Dream Housing Finance company deals in all home loans. They have presence across all urban, semi urban and rural areas. Customer first apply for home loan after that company validates the customer eligibility for loan. Company wants to automate the loan eligibility process (real time) based on customer detail provided while filling online application form. These details are Gender, Marital Status, Education, Number of Dependents, Income, Loan Amount, Credit History and others. To automate this process, they have given a problem to identify the customers segments, those are eligible for loan amount so that they can specifically target these customers.
This is a standard supervised classification task.A classification problem where we have to predict whether a loan would be approved or not. In a classification problem, we have to predict discrete values based on a given set of independent variable(s).Classification can be of two types:
Supervised: The labels are included in the training data and the goal is to train a model to learn to predict the labels from the features.
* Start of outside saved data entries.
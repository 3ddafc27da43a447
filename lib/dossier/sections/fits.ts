import { dayText } from '@/lib/schemas/day-text';
import type { DossierBlock } from '@/lib/schemas/dossier-content';
import { PARTS_WITH_IT } from '@/lib/schemas/fit';
import { termLabel } from '@/lib/schemas/terms';
import { facts, heading, text } from '../blocks';
import { measured } from '../measured';
import type { Writer } from '../writer';

type Part = (typeof PARTS_WITH_IT)[number]['field'];

export interface FitPart extends Record<Part, string | null> {
  modelName: string;
  condition: string;
  installedOn: string;
  installedOdometerM: number | null;
  installedEngineS: number | null;
  removedOn: string | null;
  removedOdometerM: number | null;
  removedEngineS: number | null;
  whyOut: string | null;
  sealant: string | null;
  systemCleaned: string | null;
  breakInRun: string | null;
  note: string | null;
}

/** @param fits of the unit, the latest first */
export function fitsSection(fits: readonly FitPart[], { units }: Writer): DossierBlock[] {
  if (fits.length === 0) return text('No compressor of this unit is in the record.');
  const at = (day: string, odometerM: number | null, engineS: number | null) => [dayText(day), measured(odometerM, 'distance', units), measured(engineS, 'engineHours', units)].filter(Boolean).join(', ');
  return fits.flatMap((fit) => [
    ...heading(`${fit.modelName}, ${termLabel('condition', fit.condition)?.toLowerCase() ?? ''}, fitted ${dayText(fit.installedOn)}`),
    ...facts(
      ['Fitted', at(fit.installedOn, fit.installedOdometerM, fit.installedEngineS)],
      ['Came out', fit.removedOn ? at(fit.removedOn, fit.removedOdometerM, fit.removedEngineS) : 'It is on the unit'],
      ['Why it came out', termLabel('whyOut', fit.whyOut)],
      ['Sealant at the gasket', termLabel('sealant', fit.sealant)],
      ...PARTS_WITH_IT.map(({ field, label }) => [label, termLabel('withIt', fit[field])] as const),
      ['Old oil cleaned out', termLabel('yesNo', fit.systemCleaned)],
      ['Break-in run', termLabel('yesNo', fit.breakInRun)],
      ['Note', fit.note],
    ),
  ]);
}
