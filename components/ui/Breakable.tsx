import { Fragment } from 'react';

/**
 * A path or a dotted name, which may break after its marks, or an address, which may break after its @; and while that
 * is enough, nowhere else.
 * @example <Breakable>{email}</Breakable>
 */
export function Breakable({ children }: { children: string }) {
  return children.split(children.includes('@') ? /(?<=@)/ : /(?<=[/._-])/).map((piece, index) => <Fragment key={index}>{index > 0 && <wbr />}{piece}</Fragment>);
}
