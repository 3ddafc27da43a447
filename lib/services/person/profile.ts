import { z } from 'zod';
import { findPerson } from '@/db/queries/person';
import { organisationsOf } from '@/db/queries/sign-in';
import { PERMITTED } from '@/lib/auth/permissions';
import { notFound } from '@/lib/errors';
import { defineRead } from '../define';

/** Oneself: name, address, units, and the organisations that one can change to. */
export const profile = defineRead({
  name: 'see.profile',
  doing: 'see your own settings',
  roles: PERMITTED['own-settings'],
  input: z.object({}),
  run: async ({ tx, ctx }) => {
    const person = await findPerson(tx, { personId: ctx.person.id });
    if (!person) throw notFound('person');
    return { ...person, units: ctx.person.units, organisations: await organisationsOf(tx, ctx.person.id) };
  },
});
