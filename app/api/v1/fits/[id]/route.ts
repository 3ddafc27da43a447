import { route } from '@/lib/auth/route';
import { fitAnswer, fitWritten } from '@/lib/openapi/answers/record';
import { changeFit } from '@/lib/services/fit/change';
import { viewFit } from '@/lib/services/fit/view';

const params = { id: 'fitId' };

export const GET = route(viewFit, {
  params,
  scope: 'units:read',
  version: ({ version }) => version,
  shape: ({ fit, values }) => ({ ...fit, values }),
  doc: { summary: 'Read a fit', answers: fitAnswer },
});

export const PUT = route(changeFit, {
  params,
  scope: 'units:write',
  ifMatch: 'needed',
  doc: { summary: 'Correct a fit', description: 'As a whole: what is left out is not known any more. `values` of the fit is what to begin with.', answers: fitWritten },
});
Binary Classification : In this classification we have to predict either of the two given classes. For example: classifying the gender as male or female, predicting the result as win or loss, etc.
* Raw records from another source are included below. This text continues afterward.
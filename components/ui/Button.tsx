import Link from 'next/link';
import type { ComponentProps } from 'react';
import { classes } from './classes';

/** None is red: red is kept for danger to people, and what is hard to undo says so in words. */
export type ButtonVariant = 'primary' | 'quiet';
/** `touch` is 48 px high and more, for gloves; `small` only where a mouse is at hand (tables, toolbars). */
export type ButtonSize = 'touch' | 'small';

interface Look {
  variant?: ButtonVariant;
  size?: ButtonSize;
  /** Takes the whole width on a phone. */
  wide?: boolean;
}

const variants: Record<ButtonVariant, string> = {
  primary: 'bg-ink text-paper border-ink hover:bg-ink-soft hover:border-ink-soft disabled:border-edge disabled:border-dashed disabled:bg-transparent disabled:text-ink-soft',
  quiet: 'bg-transparent text-ink border-edge hover:border-ink hover:bg-sunk disabled:border-dashed disabled:border-edge disabled:bg-transparent disabled:text-ink-soft',
};
const sizes: Record<ButtonSize, string> = {
  touch: 'min-h-touch px-5 py-2.5 text-[1.0625rem]',
  small: 'min-h-9 px-3 py-1 text-[0.9375rem]',
};

export function buttonClass({ variant = 'primary', size = 'touch', wide = false }: Look = {}): string {
  return classes(
    'inline-flex print:hidden items-center justify-center gap-2 rounded border font-heading font-semibold font-stretch-[80%] [word-spacing:0.12em] leading-tight no-underline text-center',
    variants[variant],
    sizes[size],
    wide && 'w-full sm:w-auto',
  );
}

/**
 * A button. It is `type="button"` unless told otherwise; for a form use `SubmitButton`.
 * @example <Button variant="quiet" size="small">Undo</Button>
 */
export function Button({ variant, size, wide, className, type = 'button', ...rest }: ComponentProps<'button'> & Look) {
  return <button type={type} className={classes(buttonClass({ variant, size, wide }), className)} {...rest} />;
}

/**
 * A link that looks like a button: goes somewhere, changes nothing.
 * @example <ButtonLink href="/cases/new">Open a case</ButtonLink>
 */
export function ButtonLink({ variant, size, wide, className, ...rest }: ComponentProps<typeof Link> & Look) {
  return <Link className={classes(buttonClass({ variant, size, wide }), className)} {...rest} />;
}
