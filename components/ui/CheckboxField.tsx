import type { ComponentProps } from 'react';
import { FieldError } from './FieldError';
import { wiring, type FieldProps } from './field';
import { classes } from './classes';

/**
 * One yes-or-no, the whole line is the target. Sends `value` ("on" unless given) when ticked.
 * @example <CheckboxField label="System cleaned of old oil" name="systemCleaned" defaultChecked={fit.systemCleaned} />
 */
export function CheckboxField({ label, name, id = name, hint, error, className, ...rest }: FieldProps & Omit<ComponentProps<'input'>, keyof FieldProps>) {
  return (
    <div className={classes('grid gap-1', className)}>
      <label htmlFor={id} className="flex min-h-touch cursor-pointer items-center gap-3 py-2">
        <input type="checkbox" className="size-6 shrink-0" {...rest} {...wiring({ name, id, hint, error })} />
        <span>{label}</span>
      </label>
      {hint != null && <p id={`${id}-hint`} className="-mt-2 pl-9 text-[0.9375rem] text-ink-soft">{hint}</p>}
      <FieldError id={`${id}-error`} error={error} />
    </div>
  );
}
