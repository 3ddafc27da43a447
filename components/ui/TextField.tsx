import type { ComponentProps } from 'react';
import { FieldFrame, wiring, type FieldProps } from './field';

/**
 * One line of text. Say `required={false}` to print "optional" beside the label.
 * @example <TextField label="Fleet number" name="fleetNumber" hint="As painted on the door" error={errors?.fleetNumber} required />
 */
export function TextField({ label, name, id, hint, error, required, className, type = 'text', ...rest }: FieldProps & Omit<ComponentProps<'input'>, keyof FieldProps>) {
  return (
    <FieldFrame {...{ label, name, id, hint, error, required, className }}>
      <input type={type} className="control" required={required} {...rest} {...wiring({ name, id, hint, error })} />
    </FieldFrame>
  );
}
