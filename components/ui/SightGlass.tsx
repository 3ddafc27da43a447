import type { CSSProperties } from 'react';
import { percent } from '@/lib/schemas/percent';
import { classes } from './classes';

interface Props {
  /** Whose level it is: the cause or the station. Becomes the accessible name; without one the words around say it. */
  label?: string;
  /** From 0 to 1. */
  value: number;
  /** The level before the last finding: a pointer at the scale, and said in words. */
  previous?: number;
  size?: 'small' | 'medium' | 'large';
  /** The number as printed beside it, where it was rounded together with others. */
  printed?: string;
  className?: string;
}

const glasses = { small: 'h-8 w-5', medium: 'h-14 w-8', large: 'h-24 w-11' } as const;
const figures = { small: 'text-base', medium: 'text-xl', large: 'text-3xl' } as const;

export { percent };

/**
 * A probability as an upright glass filled to its level, with the number printed beside it.
 * @example <SightGlass label="Drain choked by sealant" value={0.42} previous={0.17} />
 */
export function SightGlass({ label, value, previous, size = 'medium', printed = percent(value), className }: Props) {
  const level = Math.min(Math.max(value, 0), 1);
  const moved = previous !== undefined && Math.round(previous * 100) !== Math.round(value * 100);
  return (
    <span className={classes('inline-flex items-center gap-2.5', className)}>
      <span
        {...(label === undefined
          ? { 'aria-hidden': true }
          : {
              role: 'meter',
              'aria-label': label,
              'aria-valuemin': 0,
              'aria-valuemax': 100,
              'aria-valuenow': Math.round(level * 100),
              'aria-valuetext': moved ? `${printed}, was ${percent(previous)}` : printed,
            })}
        className={classes('sight-glass', glasses[size])}
      >
        <span className="sight-glass-tube">
          <span className="sight-glass-oil" style={{ '--level': level } as CSSProperties} />
        </span>
        <span className="sight-glass-scale">
          {moved && <span className="sight-glass-was" style={{ '--was': previous } as CSSProperties} />}
        </span>
      </span>
      <span aria-hidden="true" className={classes('figure font-bold whitespace-nowrap', figures[size])}>{printed}</span>
    </span>
  );
}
Multiclass Classification : Here we have to classify the data into three or more classes. For example: classifying a movie's genre as comedy, action or romantic, classify fruits as oranges, apples, or pears, etc.
Loan prediction is a very common real-life problem that each retail bank faces atleast once in its lifetime. If done correctly, it can save a lot of man hours at the end of a retail bank.
Although this notebook is specifically built to give you a walkthrough of Loan Prediction problem, you can always refer the content to get a comprehensive overview to solve a classification problem.